▸ **DESCRIPTION OF THE TASK**:
All entries below are to be set down again exactly as given.

Collected data
=== Begin Enclosure ===

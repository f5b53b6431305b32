//! What weighing a state gives, as far as two states are compared: verdicts, the oil proposed and
//! the governing limits of each point.

use crate::demand::governing::limit_amount;
use crate::demand::{Demands, End};
use crate::model::Site;
use crate::model::rulebook::Rulebook;
use crate::quantity::show::{Toward, Units, exact, quantity};
use crate::quantity::{Measure, ThermodynamicTemperature};
use crate::weighing::{Scales, Settings};
use std::collections::BTreeMap;

/// One thing that may move.
#[derive(Clone, Debug, PartialEq, Eq, PartialOrd, Ord)]
pub enum What {
    /// The point itself: there or not.
    Point,
    /// The oil proposed.
    Oil,
    /// The word of an oil.
    Verdict(String),
    /// The governing limit of an end.
    Limit(&'static str),
}

impl What {
    /// The word of JSON documents.
    pub fn word(&self) -> &'static str {
        match self {
            Self::Point => "machine",
            Self::Oil => "oil",
            Self::Verdict(_) => "verdict",
            Self::Limit(_) => "limit",
        }
    }
}

/// A thing as shown, with the figures it stands for.
#[derive(Clone, Debug, PartialEq)]
pub struct Shown {
    /// As printed.
    pub says: String,
    /// The figures behind it, unrounded.
    pub figures: Vec<f64>,
    /// What set a limit.
    pub by: String,
}

impl Shown {
    fn word(says: impl Into<String>) -> Self {
        Self {
            says: says.into(),
            figures: Vec::new(),
            by: String::new(),
        }
    }

    /// Whether two are the same: in words, and figures within a billionth.
    pub fn same(&self, other: &Self) -> bool {
        let close = |(a, b): (&f64, &f64)| (a - b).abs() <= 1e-9 * a.abs().max(b.abs());
        let figures = self.figures.len() == other.figures.len()
            && self.figures.iter().zip(&other.figures).all(close);
        // words of a limit are its figures, rounded
        let words = !self.figures.is_empty() || self.says == other.says;
        figures && words && self.by == other.by
    }

    /// Both as printed; where the print does not tell them apart the figures are added.
    pub fn apart(was: Option<&Self>, is: Option<&Self>) -> (Option<String>, Option<String>) {
        let alike = matches!((was, is), (Some(a), Some(b)) if a.says == b.says);
        let others = matches!((was, is), (Some(a), Some(b)) if a.by != b.by);
        let one = |s: &Self| {
            if others {
                format!("{} ({})", s.says, s.by)
            } else if alike {
                let figures: Vec<String> =
                    s.figures.iter().map(|f| format!("{}", exact(*f))).collect();
                format!("{} (in base units {})", s.says, figures.join(", "))
            } else {
                s.says.clone()
            }
        };
        (was.map(one), is.map(one))
    }
}

/// Everything that may move, by address and thing.
pub type Outcome = BTreeMap<(String, What), Shown>;

/// The ends whose governing limit is compared, with their words.
const ENDS: [(End, &str); 5] = [
    (End::HotFloor, "hot floor"),
    (End::RunningCeiling, "running ceiling"),
    (End::StartCeiling, "start ceiling"),
    (End::MakerGrade, "maker's grade"),
    (End::PourMargin, "pour margin"),
];

/// Weighs every oil on every point; none where an oil makes no curve.
pub fn outcome(site: &Site, rules: &Rulebook, settings: Settings) -> Option<Outcome> {
    let scales = Scales::new(site, rules, settings).ok()?;
    let mut found = Outcome::new();
    for point in &site.points {
        let w = scales.weigh(point);
        let address = point.address();
        let id = |oil: usize| site.oils[oil].id.clone();
        let mut put = |what: What, says: Shown| {
            found.insert((address.clone(), what), says);
        };
        put(What::Point, Shown::word("there"));
        let proposed = w.proposed().map_or("none".to_owned(), |c| id(c.oil));
        put(What::Oil, Shown::word(proposed));
        for c in &w.candidates {
            put(
                What::Verdict(id(c.oil)),
                Shown::word(c.judgement.verdict.word()),
            );
        }
        for b in &w.barred {
            put(What::Verdict(id(b.oil)), Shown::word("barred"));
        }
        for (end, word) in ENDS {
            if let Some(says) = limit(&w.demands.middle, end, settings.units) {
                put(What::Limit(word), says);
            }
        }
    }
    Some(found)
}

/// The governing limit of an end.
fn limit(demands: &Demands, end: End, units: Units) -> Option<Shown> {
    let demand = &demands.list[demands.governing(end)?];
    let t = demands.governing_temperature(demand);
    let shown = |base: f64| {
        quantity(
            ThermodynamicTemperature::from_base(base).amount(),
            units,
            Toward::Nearest,
        )
    };
    let at = t.map_or(String::new(), |t| format!(" at {}", shown(t)));
    let amount = limit_amount(demand, t);
    let says = amount.map_or_else(
        || "the oil's own".to_owned(),
        |a| quantity(a, units, Toward::Nearest),
    );
    let figures = amount.map(|a| a.base).into_iter().chain(t).collect();
    Some(Shown {
        says: format!("{says}{at}"),
        figures,
        by: demand.says.clone(),
    })
}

=== End Enclosure ===

▸ **WRITTEN RESPONSE**:
repository f5b53b6431305b32
//! What weighing a state gives, as far as two states are compared: verdicts, the oil proposed and
//! the governing limits of each point.

use crate::demand::governing::limit_amount;
use crate::demand::{Demands, End};
use crate::model::Site;
use crate::model::rulebook::Rulebook;
use crate::quantity::show::{Toward, Units, exact, quantity};
use crate::quantity::{Measure, ThermodynamicTemperature};
use crate::weighing::{Scales, Settings};
use std::collections::BTreeMap;

/// One thing that may move.
#[derive(Clone, Debug, PartialEq, Eq, PartialOrd, Ord)]
pub enum What {
    /// The point itself: there or not.
    Point,
    /// The oil proposed.
    Oil,
    /// The word of an oil.
    Verdict(String),
    /// The governing limit of an end.
    Limit(&'static str),
}

impl What {
    /// The word of JSON documents.
    pub fn word(&self) -> &'static str {
        match self {
            Self::Point => "machine",
            Self::Oil => "oil",
            Self::Verdict(_) => "verdict",
            Self::Limit(_) => "limit",
        }
    }
}

/// A thing as shown, with the figures it stands for.
#[derive(Clone, Debug, PartialEq)]
pub struct Shown {
    /// As printed.
    pub says: String,
    /// The figures behind it, unrounded.
    pub figures: Vec<f64>,
    /// What set a limit.
    pub by: String,
}

impl Shown {
    fn word(says: impl Into<String>) -> Self {
        Self {
            says: says.into(),
            figures: Vec::new(),
            by: String::new(),
        }
    }

    /// Whether two are the same: in words, and figures within a billionth.
    pub fn same(&self, other: &Self) -> bool {
        let close = |(a, b): (&f64, &f64)| (a - b).abs() <= 1e-9 * a.abs().max(b.abs());
        let figures = self.figures.len() == other.figures.len()
            && self.figures.iter().zip(&other.figures).all(close);
        // words of a limit are its figures, rounded
        let words = !self.figures.is_empty() || self.says == other.says;
        figures && words && self.by == other.by
    }

    /// Both as printed; where the print does not tell them apart the figures are added.
    pub fn apart(was: Option<&Self>, is: Option<&Self>) -> (Option<String>, Option<String>) {
        let alike = matches!((was, is), (Some(a), Some(b)) if a.says == b.says);
        let others = matches!((was, is), (Some(a), Some(b)) if a.by != b.by);
        let one = |s: &Self| {
            if others {
                format!("{} ({})", s.says, s.by)
            } else if alike {
                let figures: Vec<String> =
                    s.figures.iter().map(|f| format!("{}", exact(*f))).collect();
                format!("{} (in base units {})", s.says, figures.join(", "))
            } else {
                s.says.clone()
            }
        };
        (was.map(one), is.map(one))
    }
}

/// Everything that may move, by address and thing.
pub type Outcome = BTreeMap<(String, What), Shown>;

/// The ends whose governing limit is compared, with their words.
const ENDS: [(End, &str); 5] = [
    (End::HotFloor, "hot floor"),
    (End::RunningCeiling, "running ceiling"),
    (End::StartCeiling, "start ceiling"),
    (End::MakerGrade, "maker's grade"),
    (End::PourMargin, "pour margin"),
];

/// Weighs every oil on every point; none where an oil makes no curve.
pub fn outcome(site: &Site, rules: &Rulebook, settings: Settings) -> Option<Outcome> {
    let scales = Scales::new(site, rules, settings).ok()?;
    let mut found = Outcome::new();
    for point in &site.points {
        let w = scales.weigh(point);
        let address = point.address();
        let id = |oil: usize| site.oils[oil].id.clone();
        let mut put = |what: What, says: Shown| {
            found.insert((address.clone(), what), says);
        };
        put(What::Point, Shown::word("there"));
        let proposed = w.proposed().map_or("none".to_owned(), |c| id(c.oil));
        put(What::Oil, Shown::word(proposed));
        for c in &w.candidates {
            put(
                What::Verdict(id(c.oil)),
                Shown::word(c.judgement.verdict.word()),
            );
        }
        for b in &w.barred {
            put(What::Verdict(id(b.oil)), Shown::word("barred"));
        }
        for (end, word) in ENDS {
            if let Some(says) = limit(&w.demands.middle, end, settings.units) {
                put(What::Limit(word), says);
            }
        }
    }
    Some(found)
}

/// The governing limit of an end.
fn limit(demands: &Demands, end: End, units: Units) -> Option<Shown> {
    let demand = &demands.list[demands.governing(end)?];
    let t = demands.governing_temperature(demand);
    let shown = |base: f64| {
        quantity(
            ThermodynamicTemperature::from_base(base).amount(),
            units,
            Toward::Nearest,
        )
    };
    let at = t.map_or(String::new(), |t| format!(" at {}", shown(t)));
    let amount = limit_amount(demand, t);
    let says = amount.map_or_else(
        || "the oil's own".to_owned(),
        |a| quantity(a, units, Toward::Nearest),
    );
    let figures = amount.map(|a| a.base).into_iter().chain(t).collect();
    Some(Shown {
        says: format!("{says}{at}"),
        figures,
        by: demand.says.clone(),
    })
}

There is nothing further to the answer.